Tombador Iron (ASX: TI1) has soared 17.65% at the open after releasing a pre-feasibility study (PFS) for the Tombador project. The PFS sees a maiden ore reserve of 5.59Mt at 65.5% iron, with a production target of 1.2Mtpa of direct shipping ore over 5 years.
With expected operating costs of $78.00 per dry metric tonne, the company expects average earnings of $53.7m.
CEO Gabriel Oliva commented:
“The PFS confirms we have a great project capable of delivering strong financial returns. The PFS was based on a production target of 1.2Mtpa and the last 5-year average iron ore index price. The project is forecast to generate healthy cashflows on this basis.”
“Now our focus is to increase sales volumes in the domestic and export markets so that our sales volumes equal the production target.”
Valor Resources (ASX: VAL) has jumped 15% at the open after surveys identified a large anomaly at the Picha project in Peru. The anomaly suggests potential sulphide mineralisation at depth. In the wake of this result, Valor will drill to test for copper and silver mineralisation.
Executive Chairman George Bauk said:
“The Picha Project is an exciting copper-silver project in a world class gold-copper-silver province, with Peru being the world’s second largest producer of both copper and silver. The results of the 2021 exploration program completed by our Peruvian team have been exceptional.”
Hexagon Energy Materials (ASX: HXG) has gained 10.42% at the open after completing the pre-feasibility study for the Pedirka clean hydrogen project.
Amongst other findings, the company noted that minimising carbon dioxide (CO2) production is a key profit driver. Hexagon plans to mitigate this by using low-cost renewables as the energy source in the hydrogen conversion and CO2 capture and compression processes. The company is also considering the use of natural gas rather than coal as the hydrocarbon feedstock to further reduce Hexagon’s total carbon capture and storage costs.
In today’s announcement, the company said that these “findings better pave the way for Hexagon to substantially grow as the global clean Hydrogen market emerges.”
PNX Metals (ASX: PNX) has opened 10% higher after announcing that the company will divest the Moline project to Sovereign Metallurgical for a total consideration of up to $3m.
Commenting on the announcement, Managing Director James Fox said:
“The proposed divestment of a non-core asset realises immediate value for PNX and allows the Company to focus on the development of its 100% owned Fountain Head gold, and Hayes Creek gold, silver and zinc projects located in the Pine Creek region of the Northern Territory.”
“PNX will retain significant future value by way of a Net Smelter Returns Royalty of 1% over gold/silver and 2% over any other metals produced, and cash, or shares in any listing transaction of up to a further $2.25 million, at our election, upon transfer of Moline title, which is to occur within the next 18 months.”
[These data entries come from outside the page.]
impl Ctx<'_> {
    /// The file as a TOML table; a syntax error names its line.
    pub fn table(&self) -> Result<toml::Table, ConfigError> {
        let text = self.text;
        text.parse().map_err(|e: toml::de::Error| ConfigError {
            file: self.file.to_string(),
            line: e.span().map(|s| line_at(text, s.start)),
            key: String::new(),
            message: clip_spans(e.message()),
        })
    }

    /// An error about `key` inside the n-th `[[device]]` block (or from the
    /// top level when `device` is None); `key` is a dotted path relative to
    /// that block, as the user is told it (`faults.seed`, `register[2].at`).
    pub fn err(&self, device: Option<usize>, key: &str, message: impl Into<String>) -> ConfigError {
        match device {
            Some(n) => self.err_at(&format!("device[{n}].{key}"), key, message),
            None => self.err_at(key, key, message),
        }
    }

    /// An error about `key` (as the user is told it) found at `path`, the
    /// key's full dotted path from the top of the file; for a key that is
    /// named relative to the table it sits in.
    pub fn err_at(&self, path: &str, key: &str, message: impl Into<String>) -> ConfigError {
        ConfigError {
            file: self.file.to_string(),
            line: line_of(self.text, &steps(path)),
            key: clip_to(key, KEY_CHARS),
            message: clip_spans(&message.into()),
        }
    }

    /// [`Ctx::parse`], meeting unknown keys as `keys` says: refused, or,
    /// in a file of a newer minor version, removed from `table` and noted
    /// in `keys.ignored` (at most [`MAX_IGNORED_KEYS`]).
    pub fn parse_keys<T: DeserializeOwned>(
        &self,
        device: Option<usize>,
        prefix: &str,
        table: toml::Table,
        keys: &mut Keys,
    ) -> Result<T, ConfigError> {
        let mut value = toml::Value::Table(table);
        loop {
            let e = match serde_path_to_error::deserialize(value.clone()) {
                Ok(t) => return Ok(t),
                Err(e) => e,
            };
            let unknown = e.inner().to_string().starts_with("unknown field");
            let name = e.inner().to_string().split('`').nth(1).map(str::to_string);
            let segments: Vec<serde_path_to_error::Segment> = e.path().iter().cloned().collect();
            let err = self.located(device, prefix, e);
            let (Some(version), true, Some(name)) = (&keys.newer, unknown, name) else {
                return Err(err);
            };
            if keys.ignored.len() >= MAX_IGNORED_KEYS || !remove_key(&mut value, &segments, &name) {
                return Err(err);
            }
            keys.ignored.push(ConfigError {
                message: format!("not a key this build knows (the file is format version {version}, newer); ignored"),
                ..err
            });
        }
    }

    pub fn parse<T: DeserializeOwned>(
        &self,
        device: Option<usize>,
        prefix: &str,
        table: toml::Table,
    ) -> Result<T, ConfigError> {
        serde_path_to_error::deserialize(toml::Value::Table(table)).map_err(|e| self.located(device, prefix, e))
    }

    /// A deserialisation error as a located [`ConfigError`].
    fn located(
        &self,
        device: Option<usize>,
        prefix: &str,
        e: serde_path_to_error::Error<toml::de::Error>,
    ) -> ConfigError {
        let path = e.path().to_string();
        let path_named_table = path != "." && !path.is_empty();
        let key = if path == "." {
            prefix.to_string()
        } else if prefix.is_empty() {
            path
        } else {
            format!("{prefix}.{path}")
        };
        let msg = e.into_inner().to_string();
        // Nested tables add "in `table`" lines after the message proper.
        let msg = msg.trim().lines().rfind(|l| !l.starts_with("in `")).unwrap_or_default().to_string();
        // A missing or unknown field names itself in the message.
        let named = msg.split('`').nth(1).map(str::to_string);
        let key = match (&named, key.is_empty() || key == ".") {
            (Some(n), true) => n.clone(),
            (Some(n), false) if msg.starts_with("unknown field") || msg.starts_with("missing field") => {
                if key.ends_with(n.as_str()) {
                    key
                } else if prefix.is_empty() && !path_named_table {
                    n.clone()
                } else {
                    format!("{key}.{n}")
                }
            }
            _ => key,
        };
        self.err(device, &key, in_file_terms(&msg))
    }
}

/// A serde message said in the terms of the file: serde names the Rust
/// type it wanted (`expected usize`); a bench or profile author wants the
/// kind of value (`expected a whole number, 0 or more`).
fn in_file_terms(msg: &str) -> String {
    const WANTED: [(&str, &str); 12] = [
        ("usize", "a whole number, 0 or more"),
        ("u64", "a whole number, 0 or more"),
        ("u32", "a whole number from 0 to 4294967295"),
        ("u16", "a whole number from 0 to 65535"),
        ("u8", "a whole number from 0 to 255"),
        ("i64", "a whole number"),
        ("i32", "a whole number"),
        ("i16", "a whole number from -32768 to 32767"),
        ("i8", "a whole number from -128 to 127"),
        ("f64", "a number"),
        ("f32", "a number"),
        ("a boolean", "true or false"),
    ];
    let Some((head, wanted)) = msg.rsplit_once(", expected ") else { return msg.to_string() };
    let wanted = WANTED.iter().find(|(rust, _)| *rust == wanted).map_or(wanted, |(_, said)| said);
    // `invalid type: string "big"` / `invalid value: integer `-5``: the
    // value as the file has it.
    let got = head
        .strip_prefix("invalid type: ")
        .or_else(|| head.strip_prefix("invalid value: "))
        .map(|v| v.replacen("integer ", "", 1).replacen("floating point ", "", 1).replacen("string ", "", 1));
    match got {
        Some(v) => format!("expected {wanted}, got {v}"),
        None => format!("{head}, expected {wanted}"),
    }
}

/// Removes key `name` at `path` (or the key `path` ends in, when it is
/// `name`) from `root`; whether there was one to remove.
fn remove_key(root: &mut toml::Value, path: &[serde_path_to_error::Segment], name: &str) -> bool {
    use serde_path_to_error::Segment;
    fn walk<'v>(mut v: &'v mut toml::Value, path: &[Segment]) -> Option<&'v mut toml::Value> {
        for seg in path {
            v = match seg {
                Segment::Map { key } => v.get_mut(key.as_str())?,
                Segment::Seq { index } => v.get_mut(*index)?,
                _ => return None,
            };
        }
        Some(v)
    }
    if let Some(t) = walk(root, path).and_then(toml::Value::as_table_mut)
        && t.remove(name).is_some()
    {
        return true;
    }
    match path.split_last() {
        Some((Segment::Map { key }, parent)) if key == name => {
            walk(root, parent).and_then(toml::Value::as_table_mut).is_some_and(|t| t.remove(name).is_some())
        }
        _ => false,
    }
}
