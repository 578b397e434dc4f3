//! The terminal view's costs.
//!
//! (1) Open a 1,000,000-frame trace and jump to its end: wall time and
//!     peak memory (goal: < 1 s, < 100 MB). Measured in a child process
//!     of this benchmark, so the writer's mapping of the file is not
//!     counted; peak memory is the child's VmHWM (/proc/self/status).
//! (2) A redraw of the 160x48 screen at the trace's end (ratatui's
//!     in-memory backend: the view's own work, not the terminal's).
//! (3) Host time of a 100,000-read run with the live view on a
//!     pseudo-terminal against `--plain` to a file, in one run (goal: at
//!     most 10 % slower), as the run's own summary reports it.
//!
//!     cargo bench --bench view

use std::io::{Read, Write};
use std::os::fd::{AsRawFd, FromRawFd};
use std::process::{Command, Stdio};
use std::sync::{Arc, Mutex};
use std::time::{Duration, Instant};

use buscue::bus::{Address, OpOutcome, Operation, Outcome};
use buscue::record::{Frame, Origin, Record, Sink};
use buscue::trace::{Header, TraceWriter};
use buscue::tui::draw::{Context, draw};
use buscue::tui::source::Source;
use buscue::tui::{App, TraceIndex};

const FRAMES: u64 = 1_000_000;
const READS: u64 = 100_000;

fn frame(seq: u64) -> Frame {
    let reg = (seq % 6) as u8;
    Frame {
        seq,
        t: Duration::from_micros(seq * 400),
        address: Address::Seven(0x31),
        ops: vec![Operation::Write(vec![reg]), Operation::Read(2)],
        outcome: Outcome {
            ops: vec![
                OpOutcome { acks: vec![true], data: vec![] },
                OpOutcome { acks: vec![], data: vec![seq as u8, 0x2D] },
            ],
            bus_time: Duration::from_micros(395),
            measured: None,
            fault: None,
        },
        attempt: 1,
        attempts: 1,
        purpose: None,
        origin: Some(Origin { file: "scripts/climate_bringup.lua".into(), line: 12 }),
        decoded: Some(["ID", "CONTROL", "STATUS", "TEMPERATURE", "HUMIDITY", "TEMP_HIGH"][reg as usize].into()),
        values: Vec::new(),
        pec: None,
    }
}

fn peak_rss_mib() -> Option<f64> {
    let s = std::fs::read_to_string("/proc/self/status").ok()?;
    let line = s.lines().find(|l| l.starts_with("VmHWM:"))?;
    let kb: f64 = line.split_whitespace().nth(1)?.parse().ok()?;
    Some(kb / 1024.0)
}

/// The child's part of (1) and (2): open, jump to the end, redraw.
fn open_and_draw(path: &str) {
    let start = Instant::now();
    let mut ix = TraceIndex::open(std::path::Path::new(path), false).expect("open");
    let mut app = App::new(false);
    app.tick(&mut ix);
    app.selected = ix.len() - 1;
    let mut term = ratatui::Terminal::new(ratatui::backend::TestBackend::new(160, 48)).unwrap();
    let cx = Context { wall: None, script: None };
    term.draw(|s| draw(s, &mut app, &mut ix, &cx)).unwrap();
    let open = start.elapsed();
    let peak = peak_rss_mib().unwrap_or(f64::NAN);
    let n = 300;
    let t = Instant::now();
    for i in 0..n {
        app.selected = ix.len() - 1 - (i % 40); // moves within the screen: records come from the cache
        term.draw(|s| draw(s, &mut app, &mut ix, &cx)).unwrap();
    }
    let redraw = t.elapsed() / n as u32;
    println!("open {} records and show the last: {:.3} s, peak {:.1} MiB", ix.len(), open.as_secs_f64(), peak);
    println!("redraw 160x48 at the end: {:.1} us", redraw.as_secs_f64() * 1e6);
}

/// "host time 1.23 s" from a run's summary line, in seconds.
fn host_time(stderr: &str) -> Option<f64> {
    let rest = stderr.split("host time ").nth(1)?;
    let mut w = rest.split_whitespace();
    let v: f64 = w.next()?.parse().ok()?;
    let unit = w.next()?.trim_end_matches(|c: char| !c.is_alphabetic());
    Some(match unit {
        "s" => v,
        "ms" => v / 1e3,
        "us" => v / 1e6,
        _ => return None,
    })
}

fn live_run(bin: &str, script: &std::path::Path, trace: &std::path::Path) -> f64 {
    let (master, slave, path) = buscue::serve::pty().expect("a pseudo-terminal");
    let ws = libc::winsize { ws_row: 48, ws_col: 160, ws_xpixel: 0, ws_ypixel: 0 };
    // SAFETY: TIOCSWINSZ reads one winsize from the pointer it is given.
    unsafe { libc::ioctl(master.as_raw_fd(), libc::TIOCSWINSZ, &ws) };
    let open = || std::fs::OpenOptions::new().read(true).write(true).open(&path).unwrap();
    let child = Command::new(bin)
        .arg("run")
        .arg(script)
        .arg("--trace")
        .arg(trace)
        .arg("--force")
        .stdin(open())
        .stdout(open())
        .stderr(Stdio::piped())
        .spawn()
        .unwrap();
    // SAFETY: duplicates of the master's descriptor, each owned by one File.
    let mut out = unsafe { std::fs::File::from_raw_fd(libc::dup(master.as_raw_fd())) };
    let mut input = unsafe { std::fs::File::from_raw_fd(libc::dup(master.as_raw_fd())) };
    let seen = Arc::new(Mutex::new(Vec::new()));
    let s2 = seen.clone();
    std::thread::spawn(move || {
        let mut buf = [0u8; 1 << 16];
        while let Ok(n @ 1..) = out.read(&mut buf) {
            let mut s = s2.lock().unwrap();
            s.extend_from_slice(&buf[..n]);
            let keep = s.len().saturating_sub(4096);
            s.drain(..keep);
        }
    });
    let until = Instant::now() + Duration::from_secs(300);
    while !String::from_utf8_lossy(&seen.lock().unwrap()).contains("run over") && Instant::now() < until {
        std::thread::sleep(Duration::from_millis(50));
    }
    input.write_all(b"q").unwrap();
    let o = child.wait_with_output().unwrap();
    drop(slave);
    host_time(&String::from_utf8_lossy(&o.stderr)).expect("a summary")
}

fn plain_run(bin: &str, script: &std::path::Path, trace: &std::path::Path, log: &std::path::Path) -> f64 {
    let o = Command::new(bin)
        .arg("run")
        .arg(script)
        .arg("--plain")
        .arg("--trace")
        .arg(trace)
        .arg("--force")
        .stdout(std::fs::File::create(log).unwrap())
        .stderr(Stdio::piped())
        .output()
        .unwrap();
    host_time(&String::from_utf8_lossy(&o.stderr)).expect("a summary")
}

fn main() {
    let args: Vec<String> = std::env::args().collect();
    if let Some(i) = args.iter().position(|a| a == "--open-child") {
        open_and_draw(&args[i + 1]);
        return;
    }
    if args.iter().any(|a| a == "--list") {
        return;
    }
    let dir = tempfile::tempdir().unwrap();
    let path = dir.path().join("million.jsonl");
    {
        use buscue::adapter::Adapter as _;
        let header = Header::new("run", buscue::sim::SimAdapter::demo().snapshot());
        let mut w = TraceWriter::create(&path, &header).expect("create trace");
        for seq in 1..=FRAMES {
            w.record(&Record::Frame(frame(seq))).expect("write");
        }
        w.flush().expect("sync");
    }
    println!("trace: {} MB", std::fs::metadata(&path).unwrap().len() / 1_000_000);
    let me = std::env::current_exe().unwrap();
    let st = Command::new(&me).arg("--open-child").arg(&path).status().unwrap();
    assert!(st.success());

    let bin = env!("CARGO_BIN_EXE_buscue");
    let script = dir.path().join("reads.lua");
    std::fs::write(&script, format!("local d = bus.device(0x2B)\nfor i = 1, {READS} do d:get(0) end\n")).unwrap();
    let trace = dir.path().join("run.jsonl");
    let log = dir.path().join("run.log");
    let (mut live, mut plain) = (Vec::new(), Vec::new());
    for _ in 0..3 {
        plain.push(plain_run(bin, &script, &trace, &log));
        live.push(live_run(bin, &script, &trace));
    }
    let best = |v: &[f64]| v.iter().copied().fold(f64::INFINITY, f64::min);
    let (l, p) = (best(&live), best(&plain));
    println!(
        "{READS} reads, host time (best of 3): --plain to a file {p:.3} s, live view on a pseudo-terminal {l:.3} s ({:+.1} %)",
        (l / p - 1.0) * 100.0
    );
    println!("  all runs: plain {plain:?}, live {live:?}");
}
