//! `buscue draw`: SVG timing diagrams that parse as XML and carry the
//! annotations, hostile recorded text kept inert, the output guards, a
//! bench run rendered as a capture and brought back (`draw --vcd`,
//! `decode`, `diff`, `replay`), and rise and fall times measured from
//! tables of voltages whose edges are known by construction.

mod common;

use std::path::Path;
use std::time::Duration;

use buscue::bus::{Address, OpOutcome, Operation, Outcome};
use buscue::capture::synth::{Shape, render};
use buscue::record::Frame;
use common::{code, run, stderr, stdout};

fn frame(address: Address, ops: Vec<Operation>, outs: Vec<OpOutcome>) -> Frame {
    let outcome = Outcome { ops: outs, bus_time: Duration::ZERO, measured: None, fault: None };
    Frame::single(0, Duration::ZERO, address, ops, outcome)
}

/// A write, then a write-then-read with a repeated START (the last byte
/// read is NACKed by the controller, UM10204 §3.1.6), then another write.
fn frames() -> Vec<Frame> {
    vec![
        frame(
            Address::Seven(0x21),
            vec![Operation::Write(vec![0x0A, 0x5C])],
            vec![OpOutcome { acks: vec![true, true], data: vec![] }],
        ),
        frame(
            Address::Seven(0x21),
            vec![Operation::Write(vec![0x02]), Operation::Read(2)],
            vec![OpOutcome { acks: vec![true], data: vec![] }, OpOutcome { acks: vec![], data: vec![0x7F, 0xC3] }],
        ),
        frame(
            Address::Seven(0x35),
            vec![Operation::Write(vec![0x11])],
            vec![OpOutcome { acks: vec![true], data: vec![] }],
        ),
        frame(
            Address::Seven(0x35),
            vec![Operation::Write(vec![0x12])],
            vec![OpOutcome { acks: vec![true], data: vec![] }],
        ),
    ]
}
Alice Queen (ASX: AQX) has jumped 7.14% at the open after commencing drilling at the Horn Island gold project, located in the Torres Strait, Queensland. In a previous induced polarisation survey, the drilling target was found to be part of a large anomaly that extends over 3.5km.
Managing Director Andrew Buxton commented:
“We are increasingly confident that Horn Island is host to a large Intrusion Related Gold System and has the potential to host multiple gold deposits.”
“All the work and studies we have completed previously, along with the most recent IP survey, gives us great encouragement that this first hole of our new exploration strategy will greatly contribute towards realising the full potential at Horn Island.”